Victoria Zumaeta, an alumna of Pace University, initially drafted the letter, including demands of diversity and inclusion investigations on all campuses, mandatory anti-racist training for all Sigma Delta Tau volunteers, and creating a new intersectional motto.
“While I created the bones of (the letter), it was more … hearing from sisters what they felt like we needed,” Zumaeta said. “Women just want to feel empowered, and that they can actually do something and change things in an organization they fell in love with.”
Sigma Delta Tau has untagged its Instagram account from all posts containing the disaffiliation letter. They’ve since formed the Diversity, Equity & Inclusion Committee in their “first steps to becoming truly inclusive and actively anti-racist,” according to their national website.
While Zumaeta said that the organization has been definitely trying so far to improve inclusivity, there is still a lot to do to elevate the voices of women that are marginalized.
“It’s important to make members feel as if they have a voice and an opportunity to really change the organization,” Zumaeta said. “There’s power there … We need to hold them accountable, all while we hold ourselves accountable as well.”
The reckoning
Snyder posted about her experience on Twitter using the hashtag #BlackatUark. Scrolling through the hundreds of tweeted anecdotes, Snyder felt comforted in the fact that she wasn’t the only student to have faced prejudice.
“There are so many injustices many of my fellow Black peers shared experiences of. The hashtag just showed me this does happen to every person.”
Deja Snyder
She remains hopeful that this period will finally bring genuine change as she and other students apply pressure on their institutions to change the racial stigma.
“Every Black person on our campus has dealt with racism or racially insensitive comments before,” Snyder said. “This is not going to just be pushed aside.”
Ross’s lectures often talk about racial controversies in Greek-letter organizations, the more recent ones tinged by acts of white supremacy.
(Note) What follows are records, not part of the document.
function OrphanRow({
  kind,
  id,
  messages,
  editable,
  patch,
  focused,
  testID,
}: {
  kind: OverrideKind;
  id: string;
  messages: string[];
  editable: boolean;
  patch: Patch;
  focused: number;
  testID: string;
}) {
  const ref = useScrollIntoView(focused);
  const what = { sources: 'Source', ties: 'Tie', motors: 'Motor' }[kind];
  return (
    <View ref={ref} testID={testID} style={styles.orphan}>
      <View style={styles.orphanText}>
        <T style={styles.orphanTitle}>
          <T style={styles.orphanId}>{id}</T>
          <T style={styles.orphanKind}>{`  ${what.toLowerCase()}`}</T>
        </T>
        <T style={styles.orphanMessage}>
          {messages.length ? messages.join(' · ') : `No ${what.toLowerCase()} "${id}" in the model`}
        </T>
      </View>
      {editable ? (
        <Button
          title="Remove"
          kind="secondary"
          onPress={() => patch((s) => clearOverride(s, kind, id))}
          testID={`${testID}-remove`}
        />
      ) : null}
    </View>
  );
}

const styles = StyleSheet.create({
  /** The heading and the add button: stacked on a phone, in a row on a wide screen. */
  header: { flexDirection: 'column', alignItems: 'stretch', gap: space.md },
  headerWide: { flexDirection: 'row', alignItems: 'center' },
  headerTitle: { gap: 2 },
  headerTitleWide: { flex: 1 },
  section: { gap: space.md },
  count: { fontFamily: fonts.numbers, fontSize: 18, color: colors.muted },
  problem: { color: colors.danger, fontSize: 15 },
  listCard: { padding: 0, gap: 0, overflow: 'hidden' },
  cards: { gap: space.sm },
  /** A scenario's card (phone). */
  card: {
    backgroundColor: colors.surface,
    borderRadius: radius.md,
    borderWidth: 1,
    borderColor: colors.lineSoft,
    overflow: 'hidden',
  },
  cardChosen: { borderColor: colors.accent },
  cardDetail: { borderTopWidth: 1, borderTopColor: colors.lineSoft, padding: space.md },
  empty: { borderStyle: 'dashed', borderColor: colors.line, alignItems: 'flex-start' },
  listHeadCell: { paddingHorizontal: space.md, paddingVertical: space.sm },
  listHeadId: { width: LIST_ID_WIDTH + 4 },
  listHeadName: { width: LIST_NAME_WIDTH },
  listHeadSummary: { flex: 1 },
  listHeadText: { color: colors.muted },
  listHead: {
    flexDirection: 'row',
    backgroundColor: colors.canvas,
    borderBottomWidth: 1,
    borderBottomColor: colors.lineSoft,
  },
  baseCard: {
    paddingHorizontal: space.md,
    paddingVertical: space.sm,
    borderRadius: radius.md,
    backgroundColor: colors.canvas,
    gap: 2,
  },
  baseId: { fontFamily: fonts.textBold, fontSize: 16 },
  baseRow: {
    flexDirection: 'row',
    alignItems: 'center',
    minHeight: 44,
    borderBottomWidth: 1,
    borderBottomColor: colors.lineSoft,
    borderLeftWidth: 4,
    borderLeftColor: 'transparent',
  },
  baseRowId: { width: LIST_ID_WIDTH, paddingHorizontal: space.md, fontFamily: fonts.textBold, color: colors.muted },
  baseRowName: { width: LIST_NAME_WIDTH, paddingHorizontal: space.md, color: colors.muted },
  baseRowNote: { flex: 1, paddingHorizontal: space.md },
  listRow: {
    flexDirection: 'row',
    alignItems: 'center',
    minHeight: touch.min,
    borderBottomWidth: 1,
    borderBottomColor: colors.lineSoft,
    borderLeftWidth: 4,
    borderLeftColor: 'transparent',
    backgroundColor: colors.surface,
  },
  /** The scenario open below the list. */
  listRowChosen: { borderLeftColor: colors.accent, backgroundColor: colors.accentSoft },
  listRowProblem: { borderLeftColor: colors.danger },
  listRowHovered: { backgroundColor: colors.canvas },
  listRowId: { width: LIST_ID_WIDTH, paddingHorizontal: space.md, fontFamily: fonts.textBold, fontSize: 15 },
  listRowName: { width: LIST_NAME_WIDTH, paddingHorizontal: space.md, fontSize: 15 },
  noName: { color: colors.muted, fontStyle: 'italic' },
  listRowSummary: { flex: 1, paddingHorizontal: space.md, fontSize: 14, color: colors.inkSoft },
  listRowBadge: { width: 44, alignItems: 'center' },
  cardRow: {
    minHeight: 56,
    paddingVertical: space.sm,
    paddingLeft: space.md,
    paddingRight: space.sm,
    flexDirection: 'row',
    alignItems: 'center',
    gap: space.sm,
    borderLeftWidth: 4,
    borderLeftColor: colors.lineSoft,
    backgroundColor: 'transparent',
  },
  cardRowProblem: { borderLeftColor: colors.danger },
  cardRowChosen: { borderLeftColor: colors.accent },
  cardRowPressed: { backgroundColor: colors.canvas },
  cardRowText: { flex: 1, gap: 2, minWidth: 0 },
  cardRowTitle: { fontSize: 16 },
  cardRowId: { fontFamily: fonts.textBold, fontSize: 16 },
  cardRowName: { color: colors.muted, fontSize: 15 },
  cardRowSummary: { fontSize: 14, lineHeight: 19, color: colors.inkSoft },
  detail: { gap: space.lg },
  detailHead: { flexDirection: 'row', flexWrap: 'wrap', gap: space.md, alignItems: 'flex-start' },
  detailActions: {
    flexDirection: 'row',
    gap: space.sm,
    flexWrap: 'wrap',
    alignSelf: 'stretch',
    justifyContent: 'flex-end',
    flexGrow: 1,
  },
  detailActionsWide: { alignSelf: 'flex-end', flexGrow: 0 },
  changes: {
    backgroundColor: colors.canvas,
    borderRadius: radius.sm,
    paddingHorizontal: space.md,
    paddingVertical: space.sm,
    gap: 2,
  },
  changesLabel: { color: colors.muted },
  changesText: { fontSize: 15 },
  /** "All motors stopped" and the motor filter. */
  motorsAbove: { flexDirection: 'column', alignItems: 'stretch', justifyContent: 'space-between', gap: space.sm },
  motorsAboveWide: { flexDirection: 'row', alignItems: 'center' },
  noMotors: { padding: space.md },
  group: { gap: space.sm },
  groupHead: { gap: 2 },
  groupCount: { fontFamily: fonts.numbers, fontSize: 15, color: colors.muted },
  groupTable: {
    borderWidth: 1,
    borderColor: colors.lineSoft,
    borderRadius: radius.sm,
    overflow: 'hidden',
  },
  groupColumns: {
    flexDirection: 'row',
    gap: space.md,
    paddingHorizontal: space.md,
    paddingVertical: space.xs,
    backgroundColor: colors.canvas,
    borderBottomWidth: 1,
    borderBottomColor: colors.lineSoft,
  },
  groupElementHead: { width: TITLE_WIDTH, color: colors.muted },
  /** A column's heading; its width is the column's. */
  groupColumnHead: { color: colors.muted },
  resetPlaceholder: { width: 40 },
  rowTitle: { gap: 2, minWidth: 0 },
  rowTitleWide: { width: TITLE_WIDTH },
  rowTitlePhone: { flex: 1 },
  rowTitleText: { fontSize: 15 },
  rowTitleId: { fontFamily: fonts.textBold, fontSize: 15 },
  rowChangedWord: { color: colors.accent, fontFamily: fonts.textMedium, fontSize: 13 },
  rowErrors: { color: colors.danger, fontSize: 14 },
  /** An element's row: the bar on the left says changed (accent) or a problem (danger). */
  row: {
    paddingHorizontal: space.md,
    paddingVertical: space.sm,
    borderTopWidth: 1,
    borderTopColor: colors.lineSoft,
    marginTop: -1,
    borderLeftWidth: 3,
    borderLeftColor: 'transparent',
    backgroundColor: colors.surface,
    gap: space.sm,
  },
  rowChanged: { borderLeftColor: colors.accent, backgroundColor: '#F3FAFA' },
  rowProblem: { borderLeftColor: colors.danger },
  rowLineWide: { flexDirection: 'row', flexWrap: 'wrap', alignItems: 'center', gap: space.md },
  rowReset: { marginLeft: 'auto' },
  rowLine: { flexDirection: 'row', alignItems: 'center', gap: space.sm },
  rowFields: { flexDirection: 'row', flexWrap: 'wrap', gap: space.md },
  /** A field in a table column; its width is the column's. */
  field: { gap: 2 },
  fieldError: { color: colors.danger },
  faultRow: { flexDirection: 'row', gap: space.xs },
  faultValue: { flex: 1 },
  faultUnit: { width: 112 },
  faultUnitWide: { width: 92 },
  faultNone: { width: FAULT_WIDTH, paddingHorizontal: space.sm },
  faultNoneText: { color: colors.muted, fontSize: 14 },
  state: { width: 176, flexShrink: 0 },
  stateWide: { width: STATE_WIDTH },
  orphan: {
    flexDirection: 'row',
    alignItems: 'center',
    gap: space.sm,
    paddingHorizontal: space.md,
    paddingVertical: space.sm,
    borderTopWidth: 1,
    borderTopColor: colors.lineSoft,
    marginTop: -1,
    borderLeftWidth: 3,
    borderLeftColor: colors.danger,
  },
  orphanText: { flex: 1, minWidth: 0, gap: 2 },
  orphanTitle: { fontSize: 15 },
  orphanId: { fontFamily: fonts.textBold, fontSize: 15 },
  orphanKind: { color: colors.muted, fontSize: 14 },
  orphanMessage: { color: colors.danger, fontSize: 14 },
});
Seeing all of these instances unfold, Ross said he is deathly afraid that some sorority and fraternity members may not be immune to acting violently.
Although worried, Ross said that change is inevitable as there is increasing pushback to the status quo. This change, Ross said, can come by tapping into your organization’s DNA and understanding its history.
“Sometimes change is forced upon you. Sometimes you’re proactive about that change. Sometimes you have to deal with a reckoning,” Ross said. “Before you can get healthy, you have to first recognize you’re sick.”